When parents blame their grown child’s trials on themselves, they commit three errors:
I recall the parents of a twenty-two-year-old who described in counseling how they feel impelled to take responsibility for paying their daughter’s credit card debts, because they never taught her how to manage money. “She says it’s partly our fault,” they confessed. “And she’s right. We’ve always covered her expenses, no questions asked, so how else should we expect her to act?”
When parental guilt and a child’s blame come together, the result can be mutually disabling—the parents take on too much responsibility, and the child does not take on enough. The resolution, of course, is for the parents to forsake their guilt by ceasing self-blame, and in the process emotionally disentangling the relationship. They need to be able to say to themselves, “How she conducts her life is not our fault; it is her choice.”
So, for example, the parent listens empathetically to the young woman describing how frequent geographical moves—attending eight schools in twelve years—created instability in the family. It left her with anxiety when confronting further changes in her life, like the change she is facing upon graduating from college and stepping off on her own: “If my home had been stable I wouldn’t lack the confidence that I feel now.”

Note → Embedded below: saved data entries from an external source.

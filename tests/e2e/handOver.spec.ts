import { DEMO_PASSWORD, demoPeople } from '@/db/seeds/demoPeople';
import { verifyChain } from '@/shared/record/chain';

import { BenchPage } from './BenchPage';
import { expect, phone, test } from './fixtures';
import { readRun } from './readRun';
import { addRestMachine } from './restMachine';
import { signIn } from './signIn';

const TREE = 'Dormant three-rail supply: first power';

test.describe('a run that changes hands', () => {
  test('is offered on one phone, taken on another, and goes on there once the bench is proved dead and read back', async ({ stack, openDevice }) => {
    const machine = await addRestMachine(stack.ownerUrl, 'C12-0611');
    const giver = await openDevice({ viewport: phone });
    const taker = await openDevice({ viewport: phone });
    for (const page of [giver, taker]) await page.clock.install();
    await signIn(giver, 'restorer');
    const bench = new BenchPage(giver, { answers: { 'Which kind of regulator': 'No, it is linear' } });
    await bench.start(machine, TREE);
    const { run } = bench;
    const { title } = await bench.playUntil((seen) => seen.title !== 'Open the bench');

    await test.step('offered, with a signature', async () => {
      await giver.getByRole('button', { name: /: show the way$/ }).click();
      await giver.getByRole('dialog').getByRole('button', { name: 'Hand it over' }).click();
      const form = giver.getByRole('dialog', { name: 'Hand this run over' });
      await form.getByRole('combobox', { name: 'Who takes it' }).selectOption({ label: `${demoPeople.restorer2.name}, ${demoPeople.restorer2.code}` });
      await form.getByRole('textbox', { name: /^Word for them/ }).fill('The rear cover screws are in the tray.');
      await form.getByRole('textbox', { name: 'Your password' }).fill(DEMO_PASSWORD);
      await form.getByRole('button', { name: 'Sign and offer the run' }).click();
      await expect(giver.getByRole('heading', { level: 1, name: `Offered to ${demoPeople.restorer2.name}` })).toBeVisible();
    });

    await test.step('taken on the other phone, with a signature', async () => {
      await signIn(taker, 'restorer2');
      await taker.getByRole('link', { name: `Read and take over: ${machine}` }).click();
      await expect(taker.getByText('The rear cover screws are in the tray.')).toBeVisible();
      await taker.getByRole('textbox', { name: 'Your password' }).fill(DEMO_PASSWORD);
      await taker.getByRole('button', { name: 'Sign and take the run over' }).click();
      await expect(taker.getByRole('heading', { level: 1, name: 'Open the bench' })).toBeVisible();
    });

    await test.step('the first phone is out of it', async () => {
      await giver.clock.fastForward(5_000);
      await expect(giver.getByText(`${demoPeople.restorer2.name} has taken this run over`)).toBeVisible();
      await expect(giver.getByRole('button', { name: 'STOP, MAKE SAFE' })).toBeHidden();
    });

    await test.step('and goes on at the same step, behind proved dead and the read-back', async () => {
      const next = new BenchPage(taker);
      await next.playUntil((seen) => seen.title === 'Read back what is on and what is in');
      await expect(taker.getByText('PROVED DEAD')).toBeVisible();
      await next.playUntil((seen) => seen.title === title);
      await next.allSaved();
    });

    const held = await readRun(stack.ownerUrl, run);
    const signed = held.entries.filter((e) => e.kind === 'handed-over' || e.kind === 'taken-over');
    expect(signed.map((e) => [e.kind, e.actor])).toEqual([
      ['handed-over', demoPeople.restorer.id],
      ['taken-over', demoPeople.restorer2.id],
    ]);
    const after = held.entries.slice((signed[1]?.seq ?? 0) - 1);
    expect(new Set(after.map((e) => e.actor))).toEqual(new Set([demoPeople.restorer2.id]));
    expect(verifyChain(held.entries, { head: held.head.hash, count: held.head.seq })).toMatchObject({ ok: true });
  });
});
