/** A person of the demo workshops signs in on a device of their own. */
import { expect, type Page } from '@playwright/test';

import { DEMO_PASSWORD, demoPeople, type DemoPersonKey } from '@/db/seeds/demoPeople';

export { DEMO_PASSWORD };

/** Fills in the door and waits for what stands behind it. */
export async function signIn(page: Page, who: DemoPersonKey, at = '/bench'): Promise<void> {
  await page.goto(at);
  await passDoor(page, who);
}

/** Signs in at the door that is shown already. */
export async function passDoor(page: Page, who: DemoPersonKey): Promise<void> {
  await page.getByRole('textbox', { name: 'Mail address' }).fill(demoPeople[who].mail);
  await page.getByRole('textbox', { name: 'Password' }).fill(DEMO_PASSWORD);
  await page.getByRole('button', { name: 'Sign in' }).click();
  await expect(page.getByRole('heading', { level: 1, name: 'Lampstep' })).toBeHidden();
}
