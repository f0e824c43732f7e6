import ts from 'typescript';
import { describe, expect, it } from 'vitest';

import { sourceFiles } from './sourceFiles';

/** Names that Expo Router reads from a route file beside its default export. */
const readByRouter = new Set(['default', 'unstable_settings', 'ErrorBoundary']);

function exportedNames(path: string, text: string): string[] {
  const file = ts.createSourceFile(path, text, ts.ScriptTarget.ES2023, true, ts.ScriptKind.TSX);
  return file.statements.flatMap((statement) => {
    if (ts.isExportAssignment(statement)) return ['default'];
    if (ts.isExportDeclaration(statement)) {
      const clause = statement.exportClause;
      return clause !== undefined && ts.isNamedExports(clause) ? clause.elements.map((element) => element.name.text) : ['*'];
    }
    const modifiers = ts.canHaveModifiers(statement) ? (ts.getModifiers(statement) ?? []) : [];
    if (!modifiers.some((m) => m.kind === ts.SyntaxKind.ExportKeyword)) return [];
    if (modifiers.some((m) => m.kind === ts.SyntaxKind.DefaultKeyword)) return ['default'];
    if (ts.isVariableStatement(statement)) return statement.declarationList.declarations.map((d) => d.name.getText(file));
    return ts.isFunctionDeclaration(statement) || ts.isClassDeclaration(statement) ? [statement.name?.text ?? ''] : [];
  });
}

describe('route files', () => {
  const routes = sourceFiles(/^app\/.*\.tsx?$/);

  it('are there', () => {
    expect(routes.length).toBeGreaterThan(2);
  });

  it.each(routes)('$path shows one screen and does nothing else', ({ path, text }) => {
    const names = exportedNames(path, text);
    expect(names.filter((name) => name === 'default')).toHaveLength(1);
    expect(names.filter((name) => !readByRouter.has(name))).toEqual([]);
    expect(text.trimEnd().split('\n').length, 'lines').toBeLessThanOrEqual(40);
    expect(text).not.toMatch(/\b(StyleSheet|fetch\(|createMachine|createActor|useMachine|useActor)\b/);
  });
});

“Maybe so,” agrees the father. “I know all those changes must have been pretty painful, and that some of that pain carries on in the insecurity you feel. I certainly take responsibility for creating the hard circumstances you describe, making so many job moves. But at this independent stage of your life, blaming family history for what feels hard only gets in the way of owning how you responded to these unhappy events. That is your responsibility to take. To free up your future, you must accept the family hand that you were dealt. How you play that hand is not up to what I did or didn’t do; it’s now up to you. You need to focus not on what I did but on what you want to do. My acting guilty and inviting further blame will only slow you down.”

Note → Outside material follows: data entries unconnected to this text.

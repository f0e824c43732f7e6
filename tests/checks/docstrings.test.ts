import ts from 'typescript';
import { describe, expect, it } from 'vitest';

import { sourceFiles } from './sourceFiles';

/** Exported functions of a file that have no doc block, as `path: name`. */
function undocumented({ path, text }: { path: string; text: string }): string[] {
  const file = ts.createSourceFile(path, text, ts.ScriptTarget.ES2023, true);
  const names: string[] = [];
  for (const statement of file.statements) {
    const exported = ts.canHaveModifiers(statement) && (ts.getModifiers(statement) ?? []).some((m) => m.kind === ts.SyntaxKind.ExportKeyword);
    if (!exported || ts.getJSDocCommentsAndTags(statement).length > 0) continue;
    if (ts.isFunctionDeclaration(statement)) {
      // The signatures of an overloaded function share one doc block, above the first.
      if (!names.includes(statement.name?.text ?? '') && !isLaterOverload(file, statement)) names.push(statement.name?.text ?? 'default');
    } else if (ts.isVariableStatement(statement)) {
      for (const { name, initializer } of statement.declarationList.declarations) {
        if (initializer !== undefined && (ts.isArrowFunction(initializer) || ts.isFunctionExpression(initializer))) names.push(name.getText(file));
      }
    }
  }
  return names.map((name) => `${path}: ${name}`);
}

function isLaterOverload(file: ts.SourceFile, statement: ts.FunctionDeclaration): boolean {
  const before = file.statements[file.statements.indexOf(statement) - 1];
  return before !== undefined && ts.isFunctionDeclaration(before) && before.name?.text === statement.name?.text;
}

describe('exported functions', { timeout: 30_000 }, () => {
  // Migrations are read by name and say what they do in their head.
  it.each(['flows', 'shared', 'server', 'db'])('of %s say what they do', (room) => {
    const files = sourceFiles(new RegExp(`^${room}/(?!migrations/).*\\.tsx?$`));
    expect(files.flatMap(undocumented)).toEqual([]);
  });
});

It is hard to be emotionally attached to your grown child and not become unhappily entangled with disappointment and guilt in the process. To avoid these burdens at the end of your child’s adolescence means facing the hardest act of parenting there is— letting be and letting go. But that is what you have to do.
At the beginning of childhood, a stranger was born into your care. At the end of adolescence, an independent young adult departs from your care. In between these two events, a loving connection has been established that hopefully will sustain and nourish your relationship through the years ahead. A healthy parent– adult child connection requires having an adequate separation of responsibility, one that declares psychological independence between you both. When parents and child are both able to achieve independence, as a parent, you can honestly say and mean this:
“Our grown children are not meant to be ourselves, to repeat ourselves, to reflect ourselves, to affirm ourselves, to complete ourselves, to carry on ourselves, to repay ourselves, or to fulfill ourselves. They are simply meant to become themselves. And our job is to respect and accept and value them for the individuals they turn out to be.”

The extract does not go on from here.